## Problem
Line by line, restate the material exactly.

## Dataset content
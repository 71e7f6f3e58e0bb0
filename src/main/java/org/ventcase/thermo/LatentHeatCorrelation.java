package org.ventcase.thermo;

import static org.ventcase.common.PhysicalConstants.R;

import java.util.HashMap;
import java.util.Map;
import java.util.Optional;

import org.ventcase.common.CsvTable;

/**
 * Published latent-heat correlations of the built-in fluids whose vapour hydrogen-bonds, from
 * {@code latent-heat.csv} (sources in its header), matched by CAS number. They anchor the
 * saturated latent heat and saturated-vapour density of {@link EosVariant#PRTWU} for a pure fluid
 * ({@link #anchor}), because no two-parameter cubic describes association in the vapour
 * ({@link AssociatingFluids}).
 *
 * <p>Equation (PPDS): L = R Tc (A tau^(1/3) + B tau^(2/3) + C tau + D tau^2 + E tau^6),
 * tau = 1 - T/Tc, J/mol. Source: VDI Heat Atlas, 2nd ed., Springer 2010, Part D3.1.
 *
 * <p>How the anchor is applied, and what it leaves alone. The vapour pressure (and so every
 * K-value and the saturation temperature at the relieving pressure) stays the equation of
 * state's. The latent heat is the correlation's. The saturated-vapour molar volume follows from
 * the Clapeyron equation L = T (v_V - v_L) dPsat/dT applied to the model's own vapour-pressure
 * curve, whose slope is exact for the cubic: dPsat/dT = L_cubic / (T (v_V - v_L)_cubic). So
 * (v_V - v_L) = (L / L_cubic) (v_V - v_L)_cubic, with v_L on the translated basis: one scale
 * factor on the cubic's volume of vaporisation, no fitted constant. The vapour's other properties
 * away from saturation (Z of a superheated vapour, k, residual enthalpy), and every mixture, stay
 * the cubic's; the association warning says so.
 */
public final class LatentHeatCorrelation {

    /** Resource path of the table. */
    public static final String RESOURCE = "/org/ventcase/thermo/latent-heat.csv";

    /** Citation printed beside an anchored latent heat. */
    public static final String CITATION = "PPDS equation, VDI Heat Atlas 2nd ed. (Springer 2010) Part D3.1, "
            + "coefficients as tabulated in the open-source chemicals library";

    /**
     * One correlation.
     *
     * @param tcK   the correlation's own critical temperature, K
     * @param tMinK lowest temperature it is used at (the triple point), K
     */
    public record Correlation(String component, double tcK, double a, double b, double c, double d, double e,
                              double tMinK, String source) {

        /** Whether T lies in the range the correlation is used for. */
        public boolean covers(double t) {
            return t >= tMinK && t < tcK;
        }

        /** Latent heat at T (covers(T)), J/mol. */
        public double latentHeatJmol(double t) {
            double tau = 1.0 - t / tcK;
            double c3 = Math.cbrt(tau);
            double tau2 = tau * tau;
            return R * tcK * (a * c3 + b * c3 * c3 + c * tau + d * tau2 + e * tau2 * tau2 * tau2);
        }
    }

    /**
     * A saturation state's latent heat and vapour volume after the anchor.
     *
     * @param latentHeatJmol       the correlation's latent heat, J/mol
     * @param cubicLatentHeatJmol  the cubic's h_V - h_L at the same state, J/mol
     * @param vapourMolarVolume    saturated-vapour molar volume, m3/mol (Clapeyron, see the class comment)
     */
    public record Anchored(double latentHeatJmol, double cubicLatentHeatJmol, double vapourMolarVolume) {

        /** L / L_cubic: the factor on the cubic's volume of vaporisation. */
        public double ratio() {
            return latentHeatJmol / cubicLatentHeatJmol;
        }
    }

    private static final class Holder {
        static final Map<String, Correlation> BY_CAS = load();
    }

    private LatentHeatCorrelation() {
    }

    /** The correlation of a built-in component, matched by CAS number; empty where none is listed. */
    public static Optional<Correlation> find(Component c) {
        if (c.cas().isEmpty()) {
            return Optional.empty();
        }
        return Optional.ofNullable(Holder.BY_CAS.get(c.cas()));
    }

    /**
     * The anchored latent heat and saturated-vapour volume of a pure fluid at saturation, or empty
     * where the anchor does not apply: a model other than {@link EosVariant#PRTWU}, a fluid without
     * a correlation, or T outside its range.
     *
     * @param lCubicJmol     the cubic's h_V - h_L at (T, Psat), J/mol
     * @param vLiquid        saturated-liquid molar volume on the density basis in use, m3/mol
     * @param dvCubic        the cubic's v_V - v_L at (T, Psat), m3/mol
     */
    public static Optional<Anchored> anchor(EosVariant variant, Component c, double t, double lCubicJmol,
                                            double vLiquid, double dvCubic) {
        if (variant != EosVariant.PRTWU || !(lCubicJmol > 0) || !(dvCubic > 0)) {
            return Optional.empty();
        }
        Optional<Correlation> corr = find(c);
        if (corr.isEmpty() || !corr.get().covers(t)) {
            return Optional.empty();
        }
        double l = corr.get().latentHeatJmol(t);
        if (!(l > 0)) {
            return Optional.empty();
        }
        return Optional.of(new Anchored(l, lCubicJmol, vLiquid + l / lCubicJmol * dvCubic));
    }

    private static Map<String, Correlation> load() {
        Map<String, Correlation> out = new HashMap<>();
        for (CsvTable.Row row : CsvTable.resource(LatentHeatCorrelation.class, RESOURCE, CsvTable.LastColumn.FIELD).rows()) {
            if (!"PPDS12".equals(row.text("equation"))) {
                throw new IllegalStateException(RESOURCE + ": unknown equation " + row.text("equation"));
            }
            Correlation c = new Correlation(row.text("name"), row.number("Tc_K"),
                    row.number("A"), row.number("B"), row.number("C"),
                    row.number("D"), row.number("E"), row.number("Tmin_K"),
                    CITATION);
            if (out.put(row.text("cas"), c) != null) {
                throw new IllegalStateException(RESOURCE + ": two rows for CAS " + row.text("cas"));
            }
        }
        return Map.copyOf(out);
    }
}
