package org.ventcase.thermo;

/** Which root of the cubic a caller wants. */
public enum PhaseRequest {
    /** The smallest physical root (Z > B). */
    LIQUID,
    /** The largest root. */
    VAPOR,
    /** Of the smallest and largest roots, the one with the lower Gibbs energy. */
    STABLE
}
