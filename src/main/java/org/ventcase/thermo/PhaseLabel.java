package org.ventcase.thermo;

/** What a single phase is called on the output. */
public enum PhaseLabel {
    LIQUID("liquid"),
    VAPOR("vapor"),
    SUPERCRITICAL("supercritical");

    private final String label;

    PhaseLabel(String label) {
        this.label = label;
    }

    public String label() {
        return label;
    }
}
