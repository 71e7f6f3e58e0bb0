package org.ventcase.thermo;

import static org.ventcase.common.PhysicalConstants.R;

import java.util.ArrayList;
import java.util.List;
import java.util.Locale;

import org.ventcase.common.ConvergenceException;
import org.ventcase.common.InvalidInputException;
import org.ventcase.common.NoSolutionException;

## Task solution
repository 71e7f6f3e58e0bb0
filename src/main/java/org/ventcase/thermo/LatentHeatCorrelation.java
package org.ventcase.thermo;

import static org.ventcase.common.PhysicalConstants.R;

import java.util.HashMap;
import java.util.Map;
import java.util.Optional;

import org.ventcase.common.CsvTable;

/**
 * Published latent-heat correlations of the built-in fluids whose vapour hydrogen-bonds, from
 * {@code latent-heat.csv} (sources in its header), matched by CAS number. They anchor the
 * saturated latent heat and saturated-vapour density of {@link EosVariant#PRTWU} for a pure fluid
 * ({@link #anchor}), because no two-parameter cubic describes association in the vapour
 * ({@link AssociatingFluids}).
 *
 * <p>Equation (PPDS): L = R Tc (A tau^(1/3) + B tau^(2/3) + C tau + D tau^2 + E tau^6),
 * tau = 1 - T/Tc, J/mol. Source: VDI Heat Atlas, 2nd ed., Springer 2010, Part D3.1.
 *
 * <p>How the anchor is applied, and what it leaves alone. The vapour pressure (and so every
 * K-value and the saturation temperature at the relieving pressure) stays the equation of
 * state's. The latent heat is the correlation's. The saturated-vapour molar volume follows from
 * the Clapeyron equation L = T (v_V - v_L) dPsat/dT applied to the model's own vapour-pressure
 * curve, whose slope is exact for the cubic: dPsat/dT = L_cubic / (T (v_V - v_L)_cubic). So
 * (v_V - v_L) = (L / L_cubic) (v_V - v_L)_cubic, with v_L on the translated basis: one scale
 * factor on the cubic's volume of vaporisation, no fitted constant. The vapour's other properties
 * away from saturation (Z of a superheated vapour, k, residual enthalpy), and every mixture, stay
 * the cubic's; the association warning says so.
 */
public final class LatentHeatCorrelation {

    /** Resource path of the table. */
    public static final String RESOURCE = "/org/ventcase/thermo/latent-heat.csv";

    /** Citation printed beside an anchored latent heat. */
    public static final String CITATION = "PPDS equation, VDI Heat Atlas 2nd ed. (Springer 2010) Part D3.1, "
            + "coefficients as tabulated in the open-source chemicals library";

    /**
     * One correlation.
     *
     * @param tcK   the correlation's own critical temperature, K
     * @param tMinK lowest temperature it is used at (the triple point), K
     */
    public record Correlation(String component, double tcK, double a, double b, double c, double d, double e,
                              double tMinK, String source) {

        /** Whether T lies in the range the correlation is used for. */
        public boolean covers(double t) {
            return t >= tMinK && t < tcK;
        }

        /** Latent heat at T (covers(T)), J/mol. */
        public double latentHeatJmol(double t) {
            double tau = 1.0 - t / tcK;
            double c3 = Math.cbrt(tau);
            double tau2 = tau * tau;
            return R * tcK * (a * c3 + b * c3 * c3 + c * tau + d * tau2 + e * tau2 * tau2 * tau2);
        }
    }

    /**
     * A saturation state's latent heat and vapour volume after the anchor.
     *
     * @param latentHeatJmol       the correlation's latent heat, J/mol
     * @param cubicLatentHeatJmol  the cubic's h_V - h_L at the same state, J/mol
     * @param vapourMolarVolume    saturated-vapour molar volume, m3/mol (Clapeyron, see the class comment)
     */
    public record Anchored(double latentHeatJmol, double cubicLatentHeatJmol, double vapourMolarVolume) {

        /** L / L_cubic: the factor on the cubic's volume of vaporisation. */
        public double ratio() {
            return latentHeatJmol / cubicLatentHeatJmol;
        }
    }

    private static final class Holder {
        static final Map<String, Correlation> BY_CAS = load();
    }

    private LatentHeatCorrelation() {
    }

    /** The correlation of a built-in component, matched by CAS number; empty where none is listed. */
    public static Optional<Correlation> find(Component c) {
        if (c.cas().isEmpty()) {
            return Optional.empty();
        }
        return Optional.ofNullable(Holder.BY_CAS.get(c.cas()));
    }

    /**
     * The anchored latent heat and saturated-vapour volume of a pure fluid at saturation, or empty
     * where the anchor does not apply: a model other than {@link EosVariant#PRTWU}, a fluid without
     * a correlation, or T outside its range.
     *
     * @param lCubicJmol     the cubic's h_V - h_L at (T, Psat), J/mol
     * @param vLiquid        saturated-liquid molar volume on the density basis in use, m3/mol
     * @param dvCubic        the cubic's v_V - v_L at (T, Psat), m3/mol
     */
    public static Optional<Anchored> anchor(EosVariant variant, Component c, double t, double lCubicJmol,
                                            double vLiquid, double dvCubic) {
        if (variant != EosVariant.PRTWU || !(lCubicJmol > 0) || !(dvCubic > 0)) {
            return Optional.empty();
        }
        Optional<Correlation> corr = find(c);
        if (corr.isEmpty() || !corr.get().covers(t)) {
            return Optional.empty();
        }
        double l = corr.get().latentHeatJmol(t);
        if (!(l > 0)) {
            return Optional.empty();
        }
        return Optional.of(new Anchored(l, lCubicJmol, vLiquid + l / lCubicJmol * dvCubic));
    }

    private static Map<String, Correlation> load() {
        Map<String, Correlation> out = new HashMap<>();
        for (CsvTable.Row row : CsvTable.resource(LatentHeatCorrelation.class, RESOURCE, CsvTable.LastColumn.FIELD).rows()) {
            if (!"PPDS12".equals(row.text("equation"))) {
                throw new IllegalStateException(RESOURCE + ": unknown equation " + row.text("equation"));
            }
            Correlation c = new Correlation(row.text("name"), row.number("Tc_K"),
                    row.number("A"), row.number("B"), row.number("C"),
                    row.number("D"), row.number("E"), row.number("Tmin_K"),
                    CITATION);
            if (out.put(row.text("cas"), c) != null) {
                throw new IllegalStateException(RESOURCE + ": two rows for CAS " + row.text("cas"));
            }
        }
        return Map.copyOf(out);
    }
}
package org.ventcase.thermo;

/** Which root of the cubic a caller wants. */
public enum PhaseRequest {
    /** The smallest physical root (Z > B). */
    LIQUID,
    /** The largest root. */
    VAPOR,
    /** Of the smallest and largest roots, the one with the lower Gibbs energy. */
    STABLE
}
filename src/main/java/org/ventcase/thermo/PhaseLabel.java
package org.ventcase.thermo;

/** What a single phase is called on the output. */
public enum PhaseLabel {
    LIQUID("liquid"),
    VAPOR("vapor"),
    SUPERCRITICAL("supercritical");

    private final String label;

    PhaseLabel(String label) {
        this.label = label;
    }

    public String label() {
        return label;
    }
}
repository 71e7f6f3e58e0bb0
package org.ventcase.thermo;

import static org.ventcase.common.PhysicalConstants.R;

import java.util.ArrayList;
import java.util.List;
import java.util.Locale;

import org.ventcase.common.ConvergenceException;
import org.ventcase.common.InvalidInputException;
import org.ventcase.common.NoSolutionException;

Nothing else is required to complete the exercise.